|
On 02/11/2012 17:11, M. Edward (Ed) Borasky wrote:
Unicode in general and UTF-8 in particular are quickly becoming indispensable and Lua programmers need a standardized way of dealing with them, either in libraries or in extensions to the language syntax and semantics. Personally I favor libraries since they can be blazingly fast and don't break existing code. But they do need to be there and work.

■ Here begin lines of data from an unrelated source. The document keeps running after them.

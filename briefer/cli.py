"""The argparse front door.

Sub-commands live one per module in `briefer.commands` and are found at start-up (no central
list to edit). A command module defines:

    NAME: str                 the sub-command word
    HELP: str                 one line for `briefer --help`
    ORDER: int (optional)     position in the help listing
    add_arguments(parser)     argparse set-up; must not import heavy modules
    run(args) -> int          the work; imports what it needs (numpy, textual, fpdf) lazily

Every `BriefingError` becomes one line on stderr and exit code 2; anything else is a bug and
shows a traceback.
"""

from __future__ import annotations

import sys

from briefer import __version__
from briefer.errors import BriefingError

TYPE_CHECKING = False        # typing.TYPE_CHECKING without importing typing (start-up)
if TYPE_CHECKING:
    import argparse
    from types import ModuleType

# argparse and the command modules are imported when a parser is built, not at import: the
# console script imports this module, and `briefer --version` needs neither.


def _terminal_columns() -> int:
    """The terminal's width as ``shutil.get_terminal_size().columns`` says it (COLUMNS, else the
    terminal of stdout, else 80), without importing shutil and the archive modules it brings."""
    import os

    try:
        columns = int(os.environ["COLUMNS"])
    except (KeyError, ValueError):
        columns = 0
    if columns <= 0:
        try:
            columns = os.get_terminal_size(sys.__stdout__.fileno()).columns or 80
        except (AttributeError, ValueError, OSError):
            columns = 80
    return columns


def _parser_class() -> type:
    import argparse

    def help_formatter(prog: str) -> argparse.HelpFormatter:
        # argparse's own width (the terminal's less 2); argparse makes a formatter for every
        # option it adds, and the default one imports shutil to ask the width
        return argparse.HelpFormatter(prog, width=_terminal_columns() - 2)

    class _Parser(argparse.ArgumentParser):
        """ArgumentParser whose usage errors are one line and exit code 2."""

        def __init__(self, *args, **kwargs) -> None:
            kwargs.setdefault("formatter_class", help_formatter)
            super().__init__(*args, **kwargs)

        def error(self, message: str) -> None:  # type: ignore[override]
            self.exit(2, f"{self.prog}: error: {message} (see '{self.prog} --help')\n")

    return _Parser


def _command_modules(word: str | None = None) -> list[ModuleType]:
    """Every command module, in help order; with ``word``, only the module of that command
    when there is one (``briefer brief ...`` imports and sets up one command, not all of them)."""
    import importlib
    import os

    import briefer.commands as pkg

    names = sorted({f[:-3] for d in pkg.__path__ for f in os.listdir(d)
                    if f.endswith(".py") and not f.startswith("_")})
    own = None if word is None else word.replace("-", "_")
    if own in names:
        mod = importlib.import_module(f"briefer.commands.{own}")
        if getattr(mod, "NAME", None) == word and hasattr(mod, "run"):
            return [mod]
    mods = []
    for name in names:
        mod = importlib.import_module(f"briefer.commands.{name}")
        if hasattr(mod, "NAME") and hasattr(mod, "run"):
            mods.append(mod)
    mods.sort(key=lambda m: (getattr(m, "ORDER", 100), m.NAME))
    return mods


def _state_ranges(parser: argparse.ArgumentParser) -> None:
    """Every range-checked option's help ends with its range (one place, so none is missed)."""
    import argparse

    from briefer.commands._common import ranged

    for action in parser._actions:
        if isinstance(action.type, ranged):
            rng = action.type.help_text("").strip()
            if not action.help:
                action.help = rng.strip("()")
            elif action.type.describe() not in action.help:
                action.help = f"{action.help} {rng}"
        choices = getattr(action, "choices", None)
        if isinstance(choices, dict):          # sub-parsers (`scenario new|show|deck`)
            for sub in choices.values():
                if isinstance(sub, argparse.ArgumentParser):
                    _state_ranges(sub)


def build_parser(only: str | None = None) -> tuple[argparse.ArgumentParser, dict[str, ModuleType]]:
    """The parser with every sub-command; with ``only``, that command alone (what
    ``briefer COMMAND ...`` needs, at a fraction of the start-up: argparse checks every option as
    it is added, and each command module is imported to be listed). A word that names no command
    gets every command listed, so the error names the choices."""
    _Parser = _parser_class()
    parser = _Parser(
        prog="briefer",
        description="Circling-approach briefing. Not for navigation: the published procedure, "
        "the aircraft flight manual, local rules and licensed practice govern.",
    )
    parser.add_argument("--version", action="version", version=f"briefer {__version__}")
    sub = parser.add_subparsers(dest="command", metavar="COMMAND", parser_class=_Parser)
    commands: dict[str, ModuleType] = {}
    for mod in _command_modules(only):
        p = sub.add_parser(mod.NAME, help=mod.HELP, description=getattr(mod, "DESCRIPTION", mod.HELP))
        if only is not None and mod.NAME != only:
            continue
        if hasattr(mod, "add_arguments"):
            mod.add_arguments(p)
        _state_ranges(p)
        commands[mod.NAME] = mod
    return parser, commands


def _as_typed(message: str, argv: list[str]) -> str:
    """A message that starts with a field name ('altitude_ft = 99999 ft is outside ...') names
    the option the user typed instead ('--altitude-ft = 99999 ft ...'), when there is one."""
    head = message.split(" ", 1)[0].rstrip(":")
    option = "--" + head.replace("_", "-")
    if "_" in head and head.isidentifier() and any(a == option or a.startswith(option + "=") for a in argv):
        return message.replace(head, option)
    return message


_ASCII_FALLBACK = {"\u00b0": " deg", "\u2013": "-", "\u2014": "-", "\u2212": "-", "\u00d7": "x",
                   "\u00b1": "+/-", "\u2248": "~", "\u2192": "->", "\u2190": "<-", "\u2191": "^",
                   "\u2193": "v", "\u2026": "...", "\u2265": ">=", "\u2264": "<=", "\u00b2": "2",
                   "\u2018": "'", "\u2019": "'", "\u201c": '"', "\u201d": '"', "\u00a0": " ", "\u2022": "*",
                   "\u00b7": "."}


def _ascii_fallback(exc: UnicodeError) -> tuple[str, int]:
    """Codec error handler: a character the terminal cannot show becomes plain ASCII
    (the degree sign ' deg', dashes '-', others '?')."""
    if not isinstance(exc, UnicodeEncodeError):
        raise exc
    text = exc.object[exc.start:exc.end]
    return "".join(_ASCII_FALLBACK.get(ch, "?") for ch in text), exc.end


def _degrade_output_encoding() -> None:
    """On a stdout/stderr that cannot encode the degree sign (LC_ALL=C, PYTHONIOENCODING=ascii)
    print plain ASCII instead of failing with UnicodeEncodeError."""
    import codecs

    codecs.register_error("briefer-ascii", _ascii_fallback)
    for stream in (sys.stdout, sys.stderr):
        encoding = getattr(stream, "encoding", None) or "ascii"
        try:
            "\u00b0\u2014".encode(encoding)
        except (UnicodeEncodeError, LookupError):
            if hasattr(stream, "reconfigure"):
                try:
                    stream.reconfigure(errors="briefer-ascii")
                except (ValueError, OSError):  # pragma: no cover - a stream that cannot change
                    pass


def main(argv: list[str] | None = None) -> int:
    argv = sys.argv[1:] if argv is None else argv
    _degrade_output_encoding()
    # `--version` answers before any command module is imported (fast start).
    if argv == ["--version"]:
        print(f"briefer {__version__}")
        return 0
    # the command word is the first argument (the main parser's own options are --version, -h)
    word = argv[0] if argv else "app"
    parser, commands = build_parser(only=None if word.startswith("-") else word)
    if not argv and "app" in commands:
        argv = ["app"]
    args = parser.parse_args(argv)
    if args.command is None:
        parser.print_help()
        return 0
    try:
        return int(commands[args.command].run(args) or 0)
    except BriefingError as exc:
        from briefer.safetext import escape_text

        print(f"briefer {args.command}: error: {escape_text(_as_typed(str(exc), argv))}", file=sys.stderr)
        return 2
    except KeyboardInterrupt:
        return 130
    except BrokenPipeError:
        return 0
    except OSError as exc:       # the output cannot be written (a full disk, a closed terminal)
        _cannot_write(args.command, exc)
        return 2


def _cannot_write(command: str, exc: OSError) -> None:
    """Say on stderr that the output could not be written (no traceback)."""
    where = f" {exc.filename}" if getattr(exc, "filename", None) else " the output"
    try:
        print(f"briefer {command}: error: cannot write{where}: {exc.strerror or exc}", file=sys.stderr, flush=True)
    except OSError:  # pragma: no cover - stderr itself is gone
        pass


def _nothing_left_to_clean_up() -> bool:
    """No other thread and no exit handler: what the interpreter's teardown would do is only
    freeing memory the process gives back anyway."""
    import atexit

    threading = sys.modules.get("threading")
    if threading is not None and (threading.active_count() > 1 or getattr(threading, "_threading_atexits", None)):
        return False
    count = getattr(atexit, "_ncallbacks", None)
    return count is not None and count() == 0


def run() -> None:
    """The ``briefer`` command (and ``python -m briefer``): `main`, then the process ends.

    When the command is done and nothing is left to clean up (`_nothing_left_to_clean_up`), the
    output is flushed and the process ends at once, without the interpreter's teardown (collecting
    and freeing every object, unloading every module: a tenth of a brief's run). Otherwise, or
    when flushing fails, the normal exit runs (which reports a failed flush).

    The cyclic garbage collector is off while a command runs (reference counting still frees
    all but cycles): a command is short, and collecting while hundreds of modules and classes
    load took a twentieth of a brief's run. The app, which runs for hours, turns it back on.
    """
    import gc

    gc.disable()
    try:
        code = main()
    except OSError as exc:   # --version or the help could not be written (a command says so itself)
        if isinstance(exc, BrokenPipeError):
            code = 0
        else:
            _cannot_write(sys.argv[1] if len(sys.argv) > 1 else "app", exc)
            code = 2
    if _nothing_left_to_clean_up():
        try:
            for stream in (sys.stdout, sys.stderr):
                if stream is not None:
                    stream.flush()
        except OSError as exc:   # the output's last part cannot be written (a full disk)
            if code == 0:
                _cannot_write(sys.argv[1] if len(sys.argv) > 1 else "app", exc)
            import os

            os._exit(2)
        except Exception:  # noqa: BLE001 - the normal exit says what went wrong
            sys.exit(code)
        import os

        os._exit(code)
    sys.exit(code)


if __name__ == "__main__":
    run()
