def _init_source(cls: type, all_fields: dict[str, Field], frozen: bool, slots: bool, tag: str,
                 env: dict[str, object]) -> str:
    """The source of ``__init__`` with the standard decorator's signature and body, named
    ``__init_<tag>__``; its defaults go into ``env`` under names carrying ``tag``."""
    init_fields = [f for f in all_fields.values() if f.init]
    positional = [f for f in init_fields if not f.kw_only]
    keyword = [f for f in init_fields if f.kw_only]
    self_name = "__dataclass_self__" if "self" in all_fields else "self"

    def param(f: Field) -> str:
        if f.default is not MISSING:
            env[f"__dataclass_dflt_{tag}_{f.name}__"] = f.default
            return f"{f.name}=__dataclass_dflt_{tag}_{f.name}__"
        if f.default_factory is not MISSING:
            return f"{f.name}=__dataclass_HAS_DEFAULT_FACTORY__"
        return f.name

    body = []
    for f in all_fields.values():
        dflt = f"__dataclass_dflt_{tag}_{f.name}__"
        if f.default_factory is not MISSING:
            env[dflt] = f.default_factory
            value = f"{dflt}() if {f.name} is __dataclass_HAS_DEFAULT_FACTORY__ else {f.name}" if f.init else f"{dflt}()"
        elif f.init:
            value = f.name
        elif slots and f.default is not MISSING:
            env[dflt] = f.default
            value = dflt
        else:
            continue
        slot_set = _slot_setter(cls, f.name) if frozen and slots else None
        if slot_set is not None:      # the slot's own setter: what object.__setattr__ ends in, without the look-up
            env[f"__dataclass_set_{tag}_{f.name}__"] = slot_set
            body.append(f"__dataclass_set_{tag}_{f.name}__({self_name},{value})")
        else:
            body.append(f"__dataclass_builtins_object__.__setattr__({self_name},{f.name!r},{value})" if frozen
                        else f"{self_name}.{f.name}={value}")
    if hasattr(cls, "__post_init__"):
        body.append(f"{self_name}.__post_init__()")
    params = [self_name] + [param(f) for f in positional] + (["*"] + [param(f) for f in keyword] if keyword else [])
    return f"def __init_{tag}__({','.join(params)}):\n " + ("\n ".join(body) if body else "pass") + "\n"


def _slot_setter(cls: type, name: str):
    """The ``__set__`` of the slot that holds field `name` of a slotted class (found along the
    class's MRO, as ``object.__setattr__`` finds it on an instance of the class), or None when
    the name is not a plain slot there (then ``object.__setattr__`` is used)."""
    for klass in cls.__mro__:
        if name in klass.__dict__:
            d = klass.__dict__[name]
            return d.__set__ if type(d) is _types.MemberDescriptorType else None
    return None


def _check_defaults_order(all_fields: dict[str, Field]) -> None:
    seen_default = False
    for f in all_fields.values():
        if not f.init or f.kw_only:
            continue
        if f.default is not MISSING or f.default_factory is not MISSING:
            seen_default = True
        elif seen_default:
            raise TypeError(f"non-default argument {f.name!r} follows default argument")


UPGRADE_AFTER = 16
"""Instances made with the quick ``__init__`` before the class's own is compiled."""

_HAS_DEFAULT_FACTORY = _dc._HAS_DEFAULT_FACTORY          # type: ignore[attr-defined]
_PLAIN, _FACTORY_ARG, _FACTORY, _DEFAULT = range(4)


def _fill(self, values: dict[str, object], spec: tuple) -> None:
    """The body of every quick ``__init__``: set each field from the arguments (``values``, the
    ``__init__``'s locals) as the generated body would, then ``__post_init__``."""
    setter, plan, post_init, state = spec
    for name, how, extra in plan:
        if how == _PLAIN:
            setter(self, name, values[name])
        elif how == _FACTORY_ARG:
            value = values[name]
            setter(self, name, extra() if value is _HAS_DEFAULT_FACTORY else value)
        elif how == _FACTORY:
            setter(self, name, extra())
        else:
            setter(self, name, extra)
    state[0] -= 1
    if state[0] == 0:
        _compile_init(*state[1:])
    if post_init:
        self.__post_init__()


def _template(__dataclass_self__):
    _fill(__dataclass_self__, locals(), "__dataclass_spec__")


def _quick_init(cls_box: list[type], all_fields: dict[str, Field], frozen: bool, slots: bool):
    """An ``__init__`` with the standard signature made without compiling anything: the code of
    `_template` with the parameters renamed and counted (``code.replace``; its body reads them
    through ``locals()``), so defining a class costs no ``exec``. After `UPGRADE_AFTER`
    instances, the class's own ``__init__`` (generated source, as the standard decorator makes
    it) is compiled and put in its place, so a class made often runs the compiled one."""
    cls = cls_box[0]
    init_fields = [f for f in all_fields.values() if f.init]
    positional = [f for f in init_fields if not f.kw_only]
    keyword = [f for f in init_fields if f.kw_only]
    self_name = "__dataclass_self__" if "self" in all_fields else "self"
    plan = []
    for f in all_fields.values():
        if f.default_factory is not MISSING:
            plan.append((f.name, _FACTORY_ARG if f.init else _FACTORY, f.default_factory))
        elif f.init:
            plan.append((f.name, _PLAIN, None))
        elif slots and f.default is not MISSING:
            plan.append((f.name, _DEFAULT, f.default))

    def default(f: Field) -> object:
        return _HAS_DEFAULT_FACTORY if f.default_factory is not MISSING else f.default

    state = [UPGRADE_AFTER, cls_box, all_fields, frozen, slots]
    spec = (object.__setattr__ if frozen else setattr, tuple(plan), hasattr(cls, "__post_init__"), state)
    code = _template.__code__
    qualname = f"{cls.__qualname__}.__init__"
    code = code.replace(co_argcount=1 + len(positional), co_kwonlyargcount=len(keyword),
                        co_nlocals=1 + len(init_fields),
                        co_varnames=(self_name, *(f.name for f in positional), *(f.name for f in keyword)),
                        co_consts=tuple(spec if c == "__dataclass_spec__" else c for c in code.co_consts),
                        co_name="__init__", co_qualname=qualname)
    defaults = tuple(default(f) for f in positional if f.default is not MISSING or f.default_factory is not MISSING)
    fn = _types.FunctionType(code, _template.__globals__, "__init__", defaults or None)
    fn.__kwdefaults__ = {f.name: default(f) for f in keyword
                         if f.default is not MISSING or f.default_factory is not MISSING} or None
    _name_init(fn, cls, all_fields)
    return fn


def _name_init(fn, cls: type, all_fields: dict[str, Field]) -> None:
    fn.__name__ = "__init__"
    fn.__qualname__ = f"{cls.__qualname__}.__init__"
    fn.__module__ = cls.__module__
    fn.__annotations__ = {**{f.name: f.type for f in all_fields.values() if f.init}, "return": None}


def _compile_init(cls_box: list[type], all_fields: dict[str, Field], frozen: bool, slots: bool) -> None:
    """Compile the class's own ``__init__`` (the standard decorator's source) and put it in the
    class, in place of the quick one (same signature, same behaviour)."""
    cls = cls_box[0]
    env: dict[str, object] = {"__dataclass_HAS_DEFAULT_FACTORY__": _HAS_DEFAULT_FACTORY,
                              "__dataclass_builtins_object__": object}
    exec(_init_source(cls, all_fields, frozen, slots, "0", env), env)
    fn = env["__init_0__"]
    _name_init(fn, cls, all_fields)
    type.__setattr__(cls, "__init__", fn)


def _row(names: tuple[str, ...]):
    """self -> the tuple of those attributes."""
    if not names:
        return lambda self: ()
    if len(names) == 1:
        (name,) = names
        return lambda self: (getattr(self, name),)
    from operator import attrgetter

    return attrgetter(*names)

I planned for a while to work only with genuine unicode-aware libraries for text processing (and I even had a prototype for one such lib in and for Lua). however, I had to go back to plain byte string for the following reason: unicode abstract characters, that is what a unicode code represents, are not characters. What they are is what the standard team decided to encode. There are as one expects simple, base characters such as 'a', control codes, a bunch of eosteric special codes, and tons of *combining* codes which form *actual characters* when composed with base codes. This means that a character is represented by a suite of n code (n has no formal limit), each encoded a 1-4 bytes in utf-8. To add a bit a complication, unicode (or rather UCS) alse defines precomposed ocdes for precomposed characters. Which means the letter 'â' may be UCS-coded (in code points, not bytes) as 1 single code or 2 code, 1 for bas 'a', one for combining '^'. I guess you start to imagine the mess to get things right and safe. For instance, how does one search for a word with 'â'? We need to first normalise to decomposed form (which is faster and also has the advantage of informing about sub-character units such as '^'); but this require goruping codes into characters and sorting them (yes, order of combinants is not defined, axcept for the base, and htere are exceptions). All of this, after decoding from utf8 to a string of unicode codes. This is doable, but much complication, I guess. Maybe I used a wrong approach, but after tons of exchanges on the topic with experts, no one could find a better solution. There is, I guess, no hope to get back the ideal simplicity of 1 char <--> 1 repr (and even less representations of equal lengths) we lived with in ascii & iso-latin times. There is affordable way to get strings as a sequences of chars, with s[i] = ith char, exactly, and complete.
DenisPS: The reasons why were introduced composite codes (which are the core source of the issue, for me, else characters would have a single representation), in addition of palin decomposed forms which are the base UCS coding, and why is used a misleading term like "abstract character" remain unknwon to me.